Tested and approved
MammaPrint tested and approved
• Agendia BV has been ISO 13485:2003 certified since July 27nd, 2012.
• MammaPrint has acquired CE marking.
• In February 2007, MammaPrint was cleared by the American Food and Drug Administration (FDA).
• Time Magazine proclaimed MammaPrint to be one of the best inventions of 2007 in the area of healthcare.
• In 2008 Agendia BV received the 2008 Innovation Award for MammaPrint.

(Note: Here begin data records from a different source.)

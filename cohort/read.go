package cohort

import (
	"bufio"
	"bytes"
	"cmp"
	"compress/gzip"
	"context"
	"crypto/sha256"
	"encoding/csv"
	"encoding/hex"
	"errors"
	"fmt"
	"hash"
	"io"
	"math"
	"os"
	"path"
	"path/filepath"
	"regexp"
	"slices"
	"strconv"
	"strings"
	"sync/atomic"
	"time"

	"github.com/cohortmix/cohortmix/cohort/note"

	"github.com/cohortmix/cohortmix/cluster/groupstat"
)

// Missing chooses what happens to a window with an empty, NA or NaN feature cell.
type Missing int

const (
	DropWindow   Missing = iota // the window is left out and counted
	ImputeMedian                // the cell takes the participant's median of that feature, and is counted
)

func (m Missing) String() string {
	if m == ImputeMedian {
		return "impute participant median"
	}
	return "drop window"
}

// ReadOptions names the column roles. Zero values take the documented defaults.
type ReadOptions struct {
	ID         string   // participant id column; "" means "participant"
	Order      string   // window order column (integers or ISO-8601 times); "" means "window"; "-" means file order
	Wave       string   // optional visit column; a participant's waves are separate units
	Label      string   // optional known activity label, used only for validation tables
	Features   []string // name patterns (path.Match, e.g. "vm_*"); empty means every other numeric column
	Missing    Missing
	MinWindows int    // participants with fewer usable windows are excluded; 0 means 20
	TempDir    string // folder for the temporary windows files of large inputs; "" means the system's
	// Shard, when its Count is above 0, keeps only the participants whose id falls in shard
	// Index of Count (ShardOf), for a run split across machines. Every file is still read whole,
	// so that file sizes, row counts, the order in which participants first appear (Unit.Ordinal)
	// and each feature's lowest value are those of the whole input; constant features are not
	// dropped (a feature can be constant in one shard only) but described in Table.Constancy.
	Shard Shard
	// MemoryValues is how many values the windows may take in memory before they go to a
	// temporary file in TempDir; 0 means 8 Mi (64 MiB). The result is the same either way.
	MemoryValues int64
	// Workers is how many goroutines parse at once (0: one per core); it never changes the table.
	Workers int
	// tuning sets how the reader cuts its work; none of it changes the table, which tests
	// check by changing it.
	tuning readTuning
	// Pseudonym, when set, replaces every participant id of the table (its units and its
	// exclusions) as the table is made, so that nothing taken from it (a windows file, a piece,
	// an output) holds a study id; messages about the input still name the ids as read, for the
	// analyst to find the rows. Pseudonyms names the key it uses (its fingerprint), for the
	// record and for the checks of later passes.
	Pseudonym  func(id string) string
	Pseudonyms string
	// NonWear names a non-wear rule whose windows are left out of the table and counted
	// (Unit.NonWear, Quality.WindowsNonWear): "" for none, NonWearChoi or NonWearTroiano, which
	// need times in the order column and a column of activity counts (NonWearFeature, or found by
	// its name), or NonWearAuto: Choi's where those are there, none otherwise.
	NonWear        string
	NonWearFeature string
	// WearColumn names a numeric column that marks each window worn (1) or not (0), as a
	// device's own wear detection gives it, in place of a non-wear rule: its 0 windows are left
	// out as non-wear, and the column is not a feature. With NonWear NonWearAuto, a column named
	// AutoWearColumn is taken as the wear column without being named.
	WearColumn string
	// TimeZone is the IANA zone (Europe/Berlin) in which times given with a UTC offset are read
	// on the wall clock, for days, hours of the day and weekends; "" reads them in UTC. Times
	// without an offset are read as written.
	TimeZone string
	// ValidDay is the wear that makes a calendar day valid (DefaultValidDay; 0: no valid-day
	// rule). With times in the order column, windows on days with less wear are left out and
	// counted (Unit.Wear, Quality.WindowsInvalidDays), and a participant with fewer than
	// ValidDays valid days (0 means DefaultValidDays), or with none on a weekend when WeekendDay
	// is set, is excluded with the reason. With ValidDayAuto the rule applies only where a
	// non-wear rule does (a wear-time protocol's recording of activity counts).
	ValidDay     time.Duration
	ValidDayAuto bool
	ValidDays    int
	WeekendDay   bool
	// Progress, when set, is told how many bytes of a file were read, of its size (0 when not
	// known, as for standard input), and how many windows were read from all files so far; it is
	// called from one goroutine at a time.
	Progress func(file string, done, total, windows int64)
}

func (o ReadOptions) withDefaults() ReadOptions {
	if o.ID == "" {
		o.ID = "participant"
	}
	if o.Order == "" {
		o.Order = "window"
	}
	if o.MinWindows == 0 {
		o.MinWindows = 20
	}
	return o
}

// Shard names one of Count parts of the participants, split by a hash of their id.
type Shard struct{ Index, Count int }

// String is the shard as the command line gives it: "2/4" for Index 1 of 4.
func (s Shard) String() string { return fmt.Sprintf("%d/%d", s.Index+1, s.Count) }

// ShardOf is the shard, of count, of the participant with this id: all waves of one person fall
// in the same shard, whatever the files they sit in (FNV-1a of the id, mixed by SplitMix64).
func ShardOf(id string, count int) int {
	return int(shardHash(id) % uint64(count))
}

// shardHash is ShardOf's hash of an id: FNV-1a, mixed by SplitMix64.
func shardHash(id string) uint64 {
	z := uint64(0xcbf29ce484222325)
	for i := 0; i < len(id); i++ {
		z = (z ^ uint64(id[i])) * 0x100000001b3
	}
	z += 0x9e3779b97f4a7c15
	z = (z ^ (z >> 30)) * 0xbf58476d1ce4e5b9
	z = (z ^ (z >> 27)) * 0x94d049bb133111eb
	z ^= z >> 31
	return z
}

// Unit is one participant, or one wave of a participant when a wave column is given. Its
// windows' features are read with Table.Block.
type Unit struct {
	ID, Wave string
	Ordinal  int      // the order in which the unit first appeared in the inputs, from 0, over every unit read
	at       int64    // first window in the table's store
	rows     int      // usable windows
	runs     []run    // the stretches of the store holding them, in order, when more than one
	Labels   []string // known activity label per window, when a label column is given
	Files    []string // the files its windows came from
	Dropped  int      // windows dropped for missing cells
	NonWear  int      // windows left out as non-wear (ReadOptions.NonWear)
	Wear     Wear     // wear time by day, under the valid-day rule (ReadOptions.ValidDay)
	Imputed  int      // cells imputed
	Sorted   bool     // its windows were not in order in the input and were sorted
	shardKey uint64   // shardHash of the id as read (before any pseudonym), for InShard
}

// InShard tells whether the unit falls in the shard (ShardOf its id as read).
func (u *Unit) InShard(sh Shard) bool {
	return sh.Count <= 0 || u.Shard(sh.Count) == sh.Index
}

// Shard is the index of the shard, of count (≥ 1), that the unit falls in (ShardOf its id as
// read).
func (u *Unit) Shard(count int) int { return int(u.shardKey % uint64(count)) }

// Windows is the number of usable windows.
func (u *Unit) Windows() int { return u.rows }

// Exclusion is a unit left out of the analysis, with why.
type Exclusion struct {
	ID, Wave string
	Ordinal  int // as Unit.Ordinal
	Windows  int
	Reason   note.Note // one of the Excluded kinds
}

// readTuning is how the reader cuts its work (ReadOptions.tuning); the zero value is the
// default of each.
type readTuning struct {
	chunkBytes  int  // bytes read per chunk of text, extended to the end of a line; 0: 4 MiB
	generalRows bool // every row through the general reader, none through fastRow
	parquetRows int  // rows of a Parquet row group read at a time; 0: 65,536
}

// LeftOut is a column, feature or variable that was not used, with why.
type LeftOut struct {
	Name   string
	Reason note.Note // one of the LeftOut kinds of this package, or of the package that left it out
}

// The kinds of the reasons a column or feature is left out (LeftOut.Reason).
const (
	// LeftOutUnmatched: a column that ReadOptions.Features does not match.
	LeftOutUnmatched note.Kind = "cohort.left-out.unmatched"
	// LeftOutText: a column of text (its first cell Names[0]), not a feature.
	LeftOutText note.Kind = "cohort.left-out.text"
	// LeftOutColumnKind: a Parquet column of the type Names[0], not a feature.
	LeftOutColumnKind note.Kind = "cohort.left-out.column-kind"
	// LeftOutConstant: a feature of the value Floats[0] in every window.
	LeftOutConstant note.Kind = "cohort.left-out.constant"
)

// Quality accounts for every window and participant that came in.
type Quality struct {
	UnitsIn, WindowsIn int
	WindowsDropped     int           // for missing cells, in units that were kept
	WindowsNonWear     int           // left out as non-wear (ReadOptions.NonWear), in units that were kept
	NonWearRule        string        // the rule that found them
	WindowsInvalidDays int           // left out as on days of too little wear (ReadOptions.ValidDay), in units that were kept
	ValidDayRule       *ValidDayRule // the valid-day rule applied (nil for none)
	WindowsExcluded    int           // windows of excluded units
	CellsImputed       int
	Excluded           []Exclusion
	DroppedFeatures    []LeftOut
	IgnoredColumns     []LeftOut
	Notes              []note.Note // policies applied: sorted windows, merged files, … (the Note kinds of this package)
	SortedUnits        int         // units whose windows were not in order and were sorted
	JoinedUnits        int         // units whose windows sat in more than one file
	// TrimmedCells counts the id and wave cells that had spaces around them, which were
	// removed ("P6 " is participant P6); TrimmedAt is the first one's row, as file:line.
	TrimmedCells int
	TrimmedAt    string
}

// WindowsUsed is the windows that were used: those in, less those dropped, left out as non-wear
// or on days that were not valid, and those of excluded units.
func (q Quality) WindowsUsed() int {
	return q.WindowsIn - q.WindowsDropped - q.WindowsNonWear - q.WindowsInvalidDays - q.WindowsExcluded
}
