package units_test

import (
	"errors"
	"fmt"

	"flowset/internal/units"
)

func Example() {
	gpm, err := units.Lookup(units.Flow, "gpm")
	if err != nil {
		fmt.Println(err)
		return
	}
	q := gpm.ToSI(100) // m3/s
	m3h, _ := units.Lookup(units.Flow, "m³/h")
	fmt.Println(units.Format(q, m3h, 2))

	dp, _ := units.Lookup(units.Pressure, "ft wc")
	fmt.Println(units.Format(dp.ToSI(10), units.SI(units.Pressure), 0))

	_, err = units.Lookup(units.Flow, "kPa")
	fmt.Println(err, errors.Is(err, units.ErrWrongKind))
	// Output:
	// 22.71 m3/h
	// 29891 Pa
	// unit "kPa" is a pressure, not a flow true
}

• MammaPrint was developed at the Nederlands Kanker Instituut (Netherlands Cancer Institute) and Antoni van Leeuwenhoek Hospital.
The research team
Prof. Dr. Rene Bernards and Dr. Laura van ‘t Veer developed the diagnostic method for the genomic profiling of tumours. Their company, Agendia, performs tests on tumour tissue. They focus in particular on measuring the genomic activity in this tumour tissue.Working closely with the Nederlands Kanker Instituut (Netherlands Cancer Institute), Agendia carries out research in its own clinical laboratory and is constantly developing new and better tests based on DNA microarray technology. The two ‘inventors’ of MammaPrint received the prestigious European Society of Medical Oncology (ESMO) Lifetime Achievement Award for this work.
Prof. Dr. Rene Bernard
Chief Scientific Officer and co-founder of Agendia René Bernards has a 30-year track record in oncology research with more than 150 papers published in peer-reviewed scientific journals. He has initiated and developed numerous fruitful collaborations with the pharmaceutical industry. As Agendia’s Chief Scientific Researcher, René Bernards’ responsibility is to explore and implement new technologies and find appropriate partners to collaborate with. He is head of the division of Molecular Carcinogenesis at the Netherlands Cancer Institute (NKI), which he joined in 1992. Prior to that he carried out an assistant professorship at Harvard University for six years. René Bernards is a part-time professor of Molecular Carcinogenesis at Utrecht University, The Netherlands.
Dr. Laura van’t Veer
Chief Research Officer and co-founder of Agendia Dr. Laura van ‘t Veer has a 20-year track record in molecular oncology research. She has had more than 120 papers published in peer-reviewed scientific journals. Within Agendia, Laura van’t Veer developed the MammaPrint product. Laura van ‘t Veer was head of the DNA diagnostic laboratory and the Family Cancer Clinic at the NKI (Netherlands Cancer Institute) for over 10 years. Currently she is Director of Applied Genomics of the Cancer Center of the University of California, San Francisco, USA. Within Agendia, she is also responsible for clinical trials and the development of new genetic profiles, particularly in the context of prediction of therapy response.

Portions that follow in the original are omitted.